--- Dataset extract ---
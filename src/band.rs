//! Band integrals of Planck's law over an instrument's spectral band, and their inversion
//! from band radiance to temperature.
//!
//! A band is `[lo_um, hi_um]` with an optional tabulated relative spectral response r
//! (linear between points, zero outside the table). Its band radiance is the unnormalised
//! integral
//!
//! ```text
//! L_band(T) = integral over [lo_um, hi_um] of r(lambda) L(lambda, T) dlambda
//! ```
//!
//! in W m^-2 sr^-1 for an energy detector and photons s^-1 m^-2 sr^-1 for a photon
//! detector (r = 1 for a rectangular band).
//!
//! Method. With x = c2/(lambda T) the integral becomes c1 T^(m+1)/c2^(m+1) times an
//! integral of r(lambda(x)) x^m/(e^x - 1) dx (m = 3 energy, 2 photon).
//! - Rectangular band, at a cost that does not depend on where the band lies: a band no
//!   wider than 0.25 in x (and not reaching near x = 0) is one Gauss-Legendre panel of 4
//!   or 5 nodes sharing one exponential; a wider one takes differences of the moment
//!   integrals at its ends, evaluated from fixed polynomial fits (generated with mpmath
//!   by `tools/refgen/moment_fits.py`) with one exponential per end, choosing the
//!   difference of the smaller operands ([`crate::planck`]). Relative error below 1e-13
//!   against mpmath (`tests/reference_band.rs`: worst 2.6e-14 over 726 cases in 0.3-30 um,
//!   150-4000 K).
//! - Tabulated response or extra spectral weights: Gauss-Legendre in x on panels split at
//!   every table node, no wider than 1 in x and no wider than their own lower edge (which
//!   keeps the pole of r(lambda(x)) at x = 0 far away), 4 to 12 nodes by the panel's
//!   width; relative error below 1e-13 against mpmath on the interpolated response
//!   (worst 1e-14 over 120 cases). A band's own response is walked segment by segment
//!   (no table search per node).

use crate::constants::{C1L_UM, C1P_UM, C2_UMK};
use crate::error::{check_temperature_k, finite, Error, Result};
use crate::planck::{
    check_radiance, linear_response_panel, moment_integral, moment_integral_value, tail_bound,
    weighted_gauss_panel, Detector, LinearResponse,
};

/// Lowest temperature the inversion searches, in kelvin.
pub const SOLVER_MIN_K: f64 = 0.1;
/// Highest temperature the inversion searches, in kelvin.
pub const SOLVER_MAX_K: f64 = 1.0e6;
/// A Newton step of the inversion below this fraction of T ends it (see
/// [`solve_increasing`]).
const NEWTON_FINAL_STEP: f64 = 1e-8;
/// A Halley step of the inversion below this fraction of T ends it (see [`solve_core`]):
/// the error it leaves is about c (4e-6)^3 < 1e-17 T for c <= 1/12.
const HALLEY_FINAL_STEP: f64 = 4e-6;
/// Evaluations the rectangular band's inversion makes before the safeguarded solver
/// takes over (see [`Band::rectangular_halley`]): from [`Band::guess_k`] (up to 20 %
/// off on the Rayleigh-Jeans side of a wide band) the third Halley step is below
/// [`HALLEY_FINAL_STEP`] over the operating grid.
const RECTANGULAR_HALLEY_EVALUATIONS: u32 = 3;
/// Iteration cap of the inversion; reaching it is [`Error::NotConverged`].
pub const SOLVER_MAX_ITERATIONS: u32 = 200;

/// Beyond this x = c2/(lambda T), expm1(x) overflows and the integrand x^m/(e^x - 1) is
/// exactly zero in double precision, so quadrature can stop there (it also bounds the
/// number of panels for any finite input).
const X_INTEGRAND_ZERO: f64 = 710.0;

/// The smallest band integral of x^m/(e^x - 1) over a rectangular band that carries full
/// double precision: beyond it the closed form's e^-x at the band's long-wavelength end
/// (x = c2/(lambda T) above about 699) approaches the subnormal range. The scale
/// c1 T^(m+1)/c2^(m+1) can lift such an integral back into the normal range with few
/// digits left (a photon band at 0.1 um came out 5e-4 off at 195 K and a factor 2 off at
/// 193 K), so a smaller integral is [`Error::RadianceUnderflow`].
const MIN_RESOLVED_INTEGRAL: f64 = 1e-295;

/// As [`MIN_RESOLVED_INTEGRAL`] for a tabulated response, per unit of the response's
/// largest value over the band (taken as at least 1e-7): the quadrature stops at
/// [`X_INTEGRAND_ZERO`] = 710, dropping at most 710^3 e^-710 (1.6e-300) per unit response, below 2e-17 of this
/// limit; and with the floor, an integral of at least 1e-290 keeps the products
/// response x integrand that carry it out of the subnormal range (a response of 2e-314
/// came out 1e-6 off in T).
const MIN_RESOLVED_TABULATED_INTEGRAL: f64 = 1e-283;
---
__To do__: An exact copy of the lines above, from the one containing "(up to 20 %" down to the one containing "x^m/(e^x - 1) is" and including both, is the whole answer; retype it and nothing else.

__Task answer__:
/// takes over (see [`Band::rectangular_halley`]): from [`Band::guess_k`] (up to 20 %
/// off on the Rayleigh-Jeans side of a wide band) the third Halley step is below
/// [`HALLEY_FINAL_STEP`] over the operating grid.
const RECTANGULAR_HALLEY_EVALUATIONS: u32 = 3;
/// Iteration cap of the inversion; reaching it is [`Error::NotConverged`].
pub const SOLVER_MAX_ITERATIONS: u32 = 200;

/// Beyond this x = c2/(lambda T), expm1(x) overflows and the integrand x^m/(e^x - 1) is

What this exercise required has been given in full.